J Korean Neurosurg Soc.  2021 Mar;64(2):282-288. 10.3340/jkns.2020.0179.

Triggered Electrooculography for Identification of Oculomotor and Abducens Nerves during Skull Base Surgery

Affiliations
  • 1Department of Neurology, Yonsei University College of Medicine, Seoul, Korea
  • 2Department of Neurology, Myongji Hospital, Goyang, Korea
  • 3Department of Neurosurgery, Yonsei University College of Medicine, Seoul, Korea
  • 4Brain Tumor Center, Severance Hospital, Seoul, Korea

Abstract


Objective
: Electrooculography (EOG) records eyeball movements as changes in the potential difference between the negatively charged retina and the positively charged cornea. We aimed to investigate whether reliable EOG waveforms can be evoked by electrical stimulation of the oculomotor and abducens nerves during skull base surgery.
Methods
: We retrospectively reviewed the records of 18 patients who had undergone a skull base tumor surgery using EOG (11 craniotomies and seven endonasal endoscopic surgeries). Stimulation was performed at 5 Hz with a stimulus duration of 200 μs and an intensity of 0.1–5 mA using a concentric bipolar probe. Recording electrodes were placed on the upper (active) and lower (reference) eyelids, and on the outer corners of both eyes; the active electrode was placed on the contralateral side.
Results
: Reproducibly triggered EOG waveforms were observed in all cases. Electrical stimulation of cranial nerves (CNs) III and VI elicited positive waveforms and negative waveforms, respectively, in the horizontal recording. The median latencies were 3.1 and 0.5 ms for craniotomies and endonasal endoscopic surgeries, respectively (p=0.007). Additionally, the median amplitudes were 33.7 and 46.4 μV for craniotomies and endonasal endoscopic surgeries, respectively (p=0.40).
Conclusion
: This study showed reliably triggered EOG waveforms with stimulation of CNs III and VI during skull base surgery. The latency was different according to the point of stimulation and thus predictable. As EOG is noninvasive and relatively easy to perform, it can be used to identify the ocular motor nerves during surgeries as an alternative of electromyography.

Keyword

Abducens nerve; Electrooculography; Monitoring, Intraoperative; Oculomotor nerve

Figure

  • Fig. 1. A schematic design showing the placement of electrodes for the intraoperative electrooculography. R : reference electrode, A : active electrode.

  • Fig. 2. T1-weighted coronal (A) and fluid attenuated inversion recovery axial (B) magnetic resonance images with enhancement showed left anterior clinoid process meningioma. The triggered electrooculographic responses of left eye in horizontal recording showed the biphasic positive waveforms with a latency of 0.5 ms and an amplitude of 50 μV when stimulating left oculomotor nerve at a stimulation intensity of 1 mA (C) and the biphasic negative waveforms with a latency of 0.5 ms and an amplitude of 75 μV when stimulating left abducens nerve at a stimulation intensity of 2 mA (D).

  • Fig. 3. T1-weighted coronal (A) and axial (B) magnetic resonance images with enhancement showed left petrous meningioma. The triggered electrooculographic responses of left eye in horizontal recording showed the monophasic negative waveforms with a latency of 3.2 ms and an amplitude of 27 μV (C) when stimulating left abducens nerve at a stimulation intensity of 0.2 mA (D).
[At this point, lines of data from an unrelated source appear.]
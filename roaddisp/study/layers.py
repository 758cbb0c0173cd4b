"""Vector layers: four formats, opened only where the content is what the name says."""

from __future__ import annotations

import warnings
from collections.abc import Iterator
from contextlib import contextmanager
from pathlib import Path
from typing import Any, Final

import numpy as np

from roaddisp.study.problems import Problems, listed, nearest
from roaddisp.study.raw import RawTable

FORMATS: Final = {
    ".gpkg": (b"SQLite format 3\x00", "GeoPackage", "GPKG"),
    ".geojson": (b"{", "GeoJSON", "GeoJSON"),
    ".json": (b"{", "GeoJSON", "GeoJSON"),
    ".shp": (b"\x00\x00\x27\x0a", "Shapefile", "ESRI Shapefile"),
    ".fgb": (b"fgb\x03", "FlatGeobuf", "FlatGeobuf"),
}
"""By file ending: the first bytes, the name people use, the name of the driver."""

FORMAT_NAMES: Final = "GeoPackage (.gpkg), GeoJSON (.geojson), Shapefile (.shp), FlatGeobuf (.fgb)"


def is_vector(name: str) -> bool:
    """Whether a file name ends as one of the vector formats."""
    return Path(name).suffix.lower() in FORMATS


def companions(path: Path) -> list[Path]:
    """List the files that make up a layer: a Shapefile has several."""
    if path.suffix.lower() != ".shp":
        return [path]
    wanted = {".shx", ".dbf", ".prj", ".cpg"}
    beside = [
        other
        for other in path.parent.iterdir()
        if other.stem == path.stem and other.suffix.lower() in wanted
    ]
    return [path, *sorted(beside)]


def read_layer(path: Path, name: str, layer: str | None, problems: Problems) -> RawTable | None:
    """Read a vector layer; note what is wrong and return None where it cannot be read.

    Parameters
    ----------
    path : Path
    name : str
        The file as the study names it.
    layer : str or None
        None for the only layer there is.
    """
    if not _content_fits(path, name, problems):
        return None
    try:
        with _quiet(problems, name):
            return _read(path, name, layer, problems)
    except _errors() as error:
        problems.error(
            f"the file cannot be read ({_first_line(error)})",
            file=name,
            allowed=FORMAT_NAMES,
            mend="look whether it was copied whole, and opens in a GIS",
        )
        return None


def _errors() -> tuple[type[Exception], ...]:
    import pyogrio.errors
    import shapely.errors

    return (
        pyogrio.errors.DataSourceError,
        pyogrio.errors.DataLayerError,
        pyogrio.errors.CRSError,
        pyogrio.errors.FeatureError,
        pyogrio.errors.FieldError,
        pyogrio.errors.GeometryError,
        shapely.errors.ShapelyError,
        OSError,
        RuntimeError,
        ValueError,
        OverflowError,
        MemoryError,
    )


def _first_line(error: Exception) -> str:
    return (str(error).strip().splitlines() or [type(error).__name__])[0]


@contextmanager
def _quiet(problems: Problems, name: str) -> Iterator[None]:
    """Turn warnings of the reading library into cautions."""
    with warnings.catch_warnings(record=True) as said:
        warnings.simplefilter("always")
        yield
    for warning in said:
        problems.caution(
            f"the reading library says: {_first_line(Exception(warning.message))}",
            file=name,
            mend="look whether the file is sound",
        )


def _content_fits(path: Path, name: str, problems: Problems) -> bool:
    suffix = path.suffix.lower()
    if suffix not in FORMATS:
        problems.error(
            "not a vector format that is read",
            file=name,
            value=suffix or "no ending",
            allowed=FORMAT_NAMES,
            mend="export the layer to one of them",
        )
        return False
    start, called, _ = FORMATS[suffix]
    with path.open("rb") as stream:
        head = stream.read(4096)
    plain = head.removeprefix(b"\xef\xbb\xbf").lstrip() if start == b"{" else head
    if not plain.startswith(start):
        problems.error(
            f"the content is not that of a {called} file",
            file=name,
            value=repr(head[:16]),
            allowed=FORMAT_NAMES,
            mend="look whether the file is damaged, or has another format than its name says",
        )
        return False
    if suffix == ".shp":
        have = {each.suffix.lower() for each in companions(path)}
        inside = path.parent.resolve()
        away = [each for each in companions(path) if not each.resolve().is_relative_to(inside)]
        lacking = sorted({".dbf", ".shx"} - have)
        if lacking or away:
            problems.error(
                "the files of a Shapefile belong together",
                file=name,
                value=f"missing {', '.join(lacking)}" if lacking else "a link out of the folder",
                allowed=".shp, .shx, .dbf and .prj side by side",
                mend="copy all of them",
            )
            return False
    return True


def _read(path: Path, name: str, layer: str | None, problems: Problems) -> RawTable | None:
    import pyogrio
    import pyogrio.raw

    layers = [str(each) for each in pyogrio.list_layers(path)[:, 0]]
    if not layers:
        problems.error("the file has no layer", file=name, allowed="a file with a layer")
        return None
    if layer is None and len(layers) > 1:
        problems.error(
            "the file has several layers",
            file=name,
            value=listed(layers),
            allowed="one, named by the key `layer`",
            mend=f'write layer = "{layers[0]}", or another of them, in study.toml',
        )
        return None
    if layer is not None and layer not in layers:
        near = nearest(layer, layers)
        problems.error(
            "the file has no such layer",
            file=name,
            value=layer,
            allowed=listed(layers),
            mend=f"did you mean {near!r}?" if near else "name one of them",
        )
        return None
    layer = layers[0] if layer is None else layer
    driver = str(pyogrio.read_info(path, layer=layer)["driver"])
    if driver != FORMATS[path.suffix.lower()][2]:
        problems.error(
            "the content is of another format",
            file=name,
            value=driver,
            allowed=FORMAT_NAMES,
            mend="export the layer to one of them",
        )
        return None
    meta, _, geometry, fields = pyogrio.raw.read(path, layer=layer, force_2d=True)
    if geometry is None:
        problems.error(
            "the layer has no geometry",
            file=name,
            place=f"layer {layer!r}",
            allowed="a layer of features",
            mend="name a layer of features by the key `layer`",
        )
        return None
    if len(geometry) == 0:
        problems.error(
            "the layer has no features",
            file=name,
            place=f"layer {layer!r}",
            allowed="at least one feature",
        )
        return None
    names = tuple(str(field) for field in meta["fields"])
    cells = tuple(_cells(values) for values in fields)
    return RawTable(name, layer, names, cells, (), geometry=geometry, crs=meta["crs"])


def _cells(values: Any) -> list[Any]:
    """Take a field as plain values; None where a feature has none."""
    if np.issubdtype(values.dtype, np.datetime64):
        return [None if np.isnat(value) else str(value) for value in values]
    plain: list[Any] = values.tolist()
    return [None if isinstance(value, float) and np.isnan(value) else value for value in plain]


def geometries(table: RawTable, kinds: tuple[str, ...], problems: Problems) -> list[Any]:
    """Take the features of a layer as shapely geometries; None where one was refused.

    Parameters
    ----------
    table : RawTable
        Of a layer.
    kinds : tuple of str
        Geometry types that may be there, as ``("LineString", "MultiLineString")``.

    Returns
    -------
    list of geometry or None
    """
    import shapely

    read = shapely.from_wkb(table.geometry, on_invalid="ignore")
    wrong: dict[tuple[str, str], list[int]] = {}
    taken: list[Any] = []
    for row, (wkb, shape) in enumerate(zip(table.geometry, read, strict=True)):
        fault = _fault(wkb, shape, kinds)
        if fault is not None:
            wrong.setdefault(fault, []).append(row)
        taken.append(shape if fault is None else None)
    for (message, found), rows in wrong.items():
        problems.error(
            message,
            file=table.file,
            place=table.place(rows[0]),
            value=found,
            allowed=" or ".join(kinds),
            mend="mend or delete the feature in a GIS",
            count=len(rows),
        )
    return taken


def _fault(wkb: Any, shape: Any, kinds: tuple[str, ...]) -> tuple[str, str] | None:
    import shapely

    if wkb is None:
        return "a feature without geometry", "NULL"
    if shape is None:
        return "a geometry that cannot be read", "unreadable"
    if shape.geom_type not in kinds:
        return "a geometry of another type", shape.geom_type
    if shape.is_empty or any(part.is_empty for part in shapely.get_parts(shape)):
        return "an empty geometry", f"{shape.geom_type} EMPTY"
    if not np.isfinite(shapely.get_coordinates(shape)).all():
        return "a coordinate that is not finite", shape.geom_type
    if "Line" in kinds[0] and any(part.length == 0 for part in shapely.get_parts(shape)):
        return "a line of no length", shape.geom_type
    if "Polygon" in kinds[0] and not shape.is_valid:
        return f"an invalid polygon ({shapely.is_valid_reason(shape)})", shape.geom_type
    return None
  • Fig. 4. T1-weighted coronal (A) and axial (B) magnetic resonance images with enhancement showed recurrent craniopharyngioma in right sellar area. The triggered electrooculographic responses of right eye in horizontal recording showed the biphasic positive waveforms with a latency of 0.6 ms and an amplitude of 61.1 μV (C) when stimulating right oculomotor nerve indirectly over the dural layer at a stimulation intensity of 1 mA.